Over the ELF station’s operational years, socially progressive and environmentally conscious groups held regular protests at the base, cut down the telephone poles that supported the electrical lines, and filed relentless federal lawsuits to close the Wisconsin station. State senators Herb Kohl and Russ Feingold even got into the act, demanding that the ELF site be shut down.
So.
A few threads came together.
All Ohio Class subs are equipped with antennas to receive the extremely low frequency waves and have onboard instruments that decode the ELF signals. However, since the subs don’t have miles of radio transmission wires, the communication between the station and the subs was one-way.
For that reason, the ELF orders were typically requests for the sub to surface to receive further communication, or to remain at depth and at immediate battle readiness.
Typically.
In 2004, the Navy, without warning, announced that they were closing the stations because they were outdated and no longer needed. The Michigan site was completely razed. Then, the military dismantled the communications array here in Wisconsin, taking down all the telephone poles as well as more than twenty-eight miles of transmission wires that had surrounded the station.

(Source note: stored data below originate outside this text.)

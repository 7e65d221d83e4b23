import { describe, it, expect } from 'vitest';
import fc from 'fast-check';
import { mean as ssMean, sum as ssSum } from 'simple-statistics';
import { aggregateByLabels, type LabelledValue } from '../../../shared/metrics/aggregation';

const fleet: LabelledValue[] = [
  { labels: { instance: 'a1', zone: 'eu-1' }, value: 10 },
  { labels: { instance: 'a2', zone: 'eu-1' }, value: 30 },
  { labels: { instance: 'b1', zone: 'eu-2' }, value: 5 },
  { labels: { instance: 'b2', zone: 'eu-2' }, value: 7 },
  { labels: { instance: 'b3', zone: 'eu-2' }, value: 9 },
];

describe('aggregateByLabels', () => {
  it('keeps one group per instance when grouping by instance', () => {
    const out = aggregateByLabels(fleet, ['instance'], 'sum');
    expect(out).toHaveLength(5);
    expect(out[0]).toEqual({ labels: { instance: 'a1' }, value: 10, count: 1 });
  });

  it('rolls instances up to zones, dropping the instance label', () => {
    expect(aggregateByLabels(fleet, ['zone'], 'sum')).toEqual([
      { labels: { zone: 'eu-1' }, value: 40, count: 2 },
      { labels: { zone: 'eu-2' }, value: 21, count: 3 },
    ]);
    expect(aggregateByLabels(fleet, ['zone'], 'mean')).toEqual([
      { labels: { zone: 'eu-1' }, value: 20, count: 2 },
      { labels: { zone: 'eu-2' }, value: 7, count: 3 },
    ]);
  });

  it('gives one global group for an empty group-by', () => {
    expect(aggregateByLabels(fleet, [], 'sum')).toEqual([{ labels: {}, value: 61, count: 5 }]);
    expect(aggregateByLabels(fleet, [], 'mean')).toEqual([{ labels: {}, value: 61 / 5, count: 5 }]);
  });

  it('puts series missing a grouping label in the empty-value group', () => {
    const out = aggregateByLabels([...fleet, { labels: { instance: 'c1' }, value: 100 }], ['zone'], 'sum');
    expect(out[0]).toEqual({ labels: { zone: '' }, value: 100, count: 1 });
  });

  it('skips non-finite values instead of poisoning the group', () => {
    const out = aggregateByLabels([...fleet, { labels: { instance: 'a3', zone: 'eu-1' }, value: NaN }], ['zone'], 'mean');
    expect(out[0]).toEqual({ labels: { zone: 'eu-1' }, value: 20, count: 2 });
  });

  it('returns nothing for no series', () => {
    expect(aggregateByLabels([], ['zone'], 'sum')).toEqual([]);
  });

  it('matches simple-statistics sum and mean per group on random series (reference library)', () => {
    const seriesArb = fc.array(
      fc.record({
        labels: fc.record({ zone: fc.constantFrom('z1', 'z2', 'z3'), tier: fc.constantFrom('web', 'db') }),
        value: fc.double({ min: -1e6, max: 1e6, noNaN: true }),
      }),
      { minLength: 1, maxLength: 60 },
    );
    fc.assert(
      fc.property(seriesArb, fc.constantFrom<string[]>([], ['zone'], ['tier'], ['zone', 'tier'], ['tier', 'zone']), (series, by) => {
        for (const op of ['sum', 'mean'] as const) {
          const out = aggregateByLabels(series, by, op);
          expect(out.reduce((n, g) => n + g.count, 0)).toBe(series.length);
          for (const group of out) {
            const members = series
              .filter((s) => by.every((name) => s.labels[name as 'zone' | 'tier'] === group.labels[name]))
              .map((s) => s.value);
            expect(group.count).toBe(members.length);
            const expected = op === 'sum' ? ssSum(members) : ssMean(members);
            expect(group.value).toBeCloseTo(expected, 6);
          }
        }
      }),
    );
  });
});
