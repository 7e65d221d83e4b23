import { describe, it, expect } from 'vitest';
import fc from 'fast-check';
import { rateOfChange, timeToThreshold } from '../../../shared/metrics/acceleration';

// Calculus, exact on synthetic data (DESIGN.md §6): a rate r(t) = a + b·t has derivative b.

describe('rateOfChange', () => {
  it('is constant for a rate growing linearly in time (property)', () => {
    fc.assert(
      fc.property(
        fc.integer({ min: -1000, max: 1000 }), // a
        fc.integer({ min: -100, max: 100 }), // b, per second
        fc.array(fc.integer({ min: 1, max: 120 }), { minLength: 1, maxLength: 30 }), // gaps in s
        (a, b, gaps) => {
          let t = 0;
          const rates = [{ t: 0, v: a }];
          for (const g of gaps) {
            t += g;
            rates.push({ t: t * 1000, v: a + b * t });
          }
          const out = rateOfChange(rates);
          expect(out).toHaveLength(gaps.length);
          for (const p of out) expect(p.v).toBeCloseTo(b, 9);
        },
      ),
    );
  });

  it('stamps each difference at the later point', () => {
    expect(rateOfChange([{ t: 0, v: 1 }, { t: 60_000, v: 4 }, { t: 90_000, v: 1 }])).toEqual([
      { t: 60_000, v: 0.05 },
      { t: 90_000, v: -0.1 },
    ]);
  });

  it('does not bridge gaps with no data or repeated timestamps', () => {
    expect(
      rateOfChange([
        { t: 0, v: 1 },
        { t: 15_000, v: null },
        { t: 30_000, v: 3 },
        { t: 45_000, v: 6 },
        { t: 45_000, v: 9 },
      ]),
    ).toEqual([{ t: 45_000, v: 0.2 }]);
  });
});

describe('timeToThreshold', () => {
  it('is (limit − value) / rate when approaching from either side', () => {
    expect(timeToThreshold(20, 0.5, 80)).toBe(120); // error rate climbing to its limit
    expect(timeToThreshold(100, -2, 10)).toBe(45); // free space falling to its floor
  });

  it('is 0 at the limit and null when moving away or standing still', () => {
    expect(timeToThreshold(80, 0.5, 80)).toBe(0);
    expect(timeToThreshold(20, -0.5, 80)).toBeNull();
    expect(timeToThreshold(100, 2, 10)).toBeNull();
    expect(timeToThreshold(20, 0, 80)).toBeNull();
    expect(timeToThreshold(20, NaN, 80)).toBeNull();
  });

  it('lands the value exactly on the limit after the returned time (property)', () => {
    fc.assert(
      fc.property(
        fc.double({ min: -1e6, max: 1e6, noNaN: true }),
        fc.double({ min: -1e3, max: 1e3, noNaN: true }),
        fc.double({ min: -1e6, max: 1e6, noNaN: true }),
        (value, rate, limit) => {
          const seconds = timeToThreshold(value, rate, limit);
          if (seconds === null) {
            const movingAway = rate === 0 || Math.sign(limit - value) !== Math.sign(rate);
            expect(value !== limit && (movingAway || !Number.isFinite((limit - value) / rate))).toBe(true);
          } else {
            expect(seconds).toBeGreaterThanOrEqual(0);
            expect(value + rate * seconds).toBeCloseTo(limit, 3);
          }
        },
      ),
    );
  });
});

Naval personnel had bulldozed the station, removed all the rubble, and reseeded the field so that now all that remained was a looming maintenance building that was apparently left for the forest service to use.
I found myself wondering if the Navy would really invest nearly a quarter of a billion dollars and fifty years of research and then abandon a project just because it seemed dated.
Actually, they might.
But still, why then? Why 2004?
As all of this was circling through my head, I scrolled to the final PDF file and found a footnote that gave me pause.
According to some protestors, the ELF signal could be used to issue first-strike orders, although the Navy maintained that the signals could never be used in that way.
But in the 1996 case of Wisconsin v. Donna and Tom Howard, a former commander of a US nuclear submarine, Captain James Bush, testified that the primary purpose of ELF signals was to give go-codes to launch kinetic attacks against foreign adversaries.
In other words, to initiate nuclear war.
I felt a palpable chill.
A biometric ID card.
Above top secret access.
The preliminary Project Sanguine work was done in Wisconsin, possibly including tunnels being constructed.
Though I’m hesitant to make investigative assumptions, it was looking more and more likely that something still remained out there in the middle of the national forest.